### Exercise goal
Search the entries for the word "SolveReport" and return every line where it is found.

### Material for the task
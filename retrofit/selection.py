"""Choosing retrofit changes with a MILP whose estimates are checked against exact evaluations.

The selection model of :mod:`heatloom.retrofit.options`, kept apart so it can be tested without a
network.  Its inputs are *items* — a modification at one size (a new exchanger of a given area, so many m²
added to one unit, a unit moved or repiped) — each with its exact value when made on its own: hot and cold
utility saved [kW], money saved per year, investment, and how much it lowers the duty of each heater and
cooler at the end of a stream.  A binary x_k per item; the model's saving of a set of items is

.. math:: \\hat S(x) = \\sum_k S_k x_k + \\sum_{\\{k,l\\} \\in \\mathcal{P}} w_{kl}\\,y_{kl}
          + \\sum_{T \\in \\mathcal{K}} c_T\\,z_T

(the same for money, investment and duty reductions).  The first sum is the linear estimate (effects add
up).  The second holds the exact interaction of every pair evaluated, w_kl = S({k,l}) − S_k − S_l, with
y_kl = x_k·x_l written exactly for binary x (McCormick: y >= x_k + x_l − 1, y <= x_k, y <= x_l).  The
third corrects, for every larger set T evaluated exactly, c_T = S(T) − (the first two sums at T), through a
binary z_T that equals 1 exactly when the selection *is* T:

.. math:: z_T \\le x_k\\ (k \\in T),\\quad z_T \\le 1 - x_j\\ (j \\notin T),\\quad
          z_T \\ge \\sum_{k \\in T} x_k - \\sum_{j \\notin T} x_j - (|T| - 1).

So the model is exact for every set it has seen and of second order (pairs) elsewhere.  Sets found infeasible get a no-good
cut :math:`\\sum_{k \\in T} x_k - \\sum_{j \\notin T} x_j \\le |T| - 1`.  Other constraints: at most one size
of each candidate (*group*), at most one item per *resource* (a unit, a place on a stream), the duty
reductions of each end heater or cooler at most its duty (it cannot go below zero), an optional budget,
payback limit (investment <= years × money saved per year, linear), required saving and number of changes.

:func:`select` solves, evaluates the chosen set exactly, and when the model's numbers and the exact ones
differ by more than the tolerance (:data:`RELATIVE_TOLERANCE`, :data:`ABSOLUTE_TOLERANCE_KW`,
:data:`ABSOLUTE_TOLERANCE_MONEY`) adds that set to :math:`\\mathcal{K}` — re-linearises at the new point —
and solves again, until the model picks a set whose estimate agrees with its exact evaluation (or the pass
limit is reached: then the best set verified on the way is returned and the result says it did not
converge).  The optimum is exact over the evaluated sets and over sets whose effects are those of their pairs;
it can miss a set whose items, three or more together, help each other more than their pairs say (the
model never saw it).

References
----------
Balas, E., Jeroslow, R. (1972) Canonical cuts on the unit hypercube. SIAM Journal on Applied Mathematics
23(1), 61-69 (the no-good cut) — from memory, unverified.
"""

from __future__ import annotations

import enum
from collections.abc import Callable, Mapping, MutableMapping, MutableSet, Sequence
from dataclasses import dataclass, field

import pulp

from ..errors import SolverError
from ..network.solvers import SolveReport, SolverName, SolveStatus, new_variable, solve
from ..validation import non_negative

__all__ = [
    "SelectionObjective",
    "SetValue",
    "Item",
    "Selection",
    "RELATIVE_TOLERANCE",
    "ABSOLUTE_TOLERANCE_KW",
    "ABSOLUTE_TOLERANCE_MONEY",
    "agree",
    "selection_model",
    "select",
]

RELATIVE_TOLERANCE = 1e-3
"""Largest relative difference between the MILP's numbers and the exact ones for them to agree [-]."""
ABSOLUTE_TOLERANCE_KW = 0.05
"""Absolute floor of the agreement tolerance on a saving [kW]."""
ABSOLUTE_TOLERANCE_MONEY = 1.0
"""Absolute floor of the agreement tolerance on money per year and on investment [money]."""


class SelectionObjective(enum.Enum):
    """What the selection model optimises."""

    MAX_NPV = "max npv"
    """Largest net present value: annuity factor × money saved per year − investment."""
    MAX_SAVING = "max saving"
    """Largest hot-utility saving (least investment among equal savings)."""
    MIN_INVESTMENT = "min investment"
    """Least investment (for a required saving)."""


@dataclass(frozen=True)
class SetValue:
    """What a set of items does, exactly (evaluated) or as the MILP estimates it.

    Attributes
    ----------
    feasible : bool
    saving, cold_saving : float
        Hot and cold utility saved [kW].
    saving_per_year : float
        Money saved on utilities [money/year].
    investment : float
        [money]
    reductions : mapping
        End heater or cooler name → how much its duty falls [kW].
    reason : str or None
        Why an infeasible set is infeasible.
    """

    feasible: bool
    saving: float = 0.0
    cold_saving: float = 0.0
    saving_per_year: float = 0.0
    investment: float = 0.0
    reductions: Mapping[str, float] = field(default_factory=dict)
    reason: str | None = None

    def npv(self, annuity: float) -> float:
        """annuity × saving_per_year − investment [money]."""
        return annuity * self.saving_per_year - self.investment


@dataclass(frozen=True)
class Item:
    """One modification at one size, with its exact value when made alone.

    Attributes
    ----------
    key : int
        Unique key.
    group : str
        Items of one group exclude each other (the sizes of one candidate).
    resources : frozenset of str
        Items sharing a resource exclude each other (a unit, a place on a stream).
    changes : int
        Changes the item counts for in ``max_changes`` [-].
    value : SetValue
        Exact value of the item alone (feasible).
    """

    key: int
    group: str
    resources: frozenset[str]
    changes: int
    value: SetValue


@dataclass(frozen=True)
class Selection:
    """The outcome of :func:`select`.

    Attributes
    ----------
    items : frozenset of int or None
        Keys of the chosen items (empty: change nothing); None when no set meets the constraints.
    estimate : SetValue or None
        The MILP's numbers for the set.
    value : SetValue or None
        The exact evaluation of the set.
    objective : SelectionObjective
    iterations : int
        MILP solves made [-].
    converged : bool
        True when the estimate agrees with the exact value within the tolerance.
    reports : tuple of SolveReport
    notes : tuple of str
    """

    items: frozenset[int] | None
    estimate: SetValue | None
    value: SetValue | None
    objective: SelectionObjective
    iterations: int
    converged: bool
    reports: tuple[SolveReport, ...] = ()
    notes: tuple[str, ...] = ()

### Solved exercise
from ..network.solvers import SolveReport, SolverName, SolveStatus, new_variable, solve
    reports : tuple of SolveReport
    reports: tuple[SolveReport, ...] = ()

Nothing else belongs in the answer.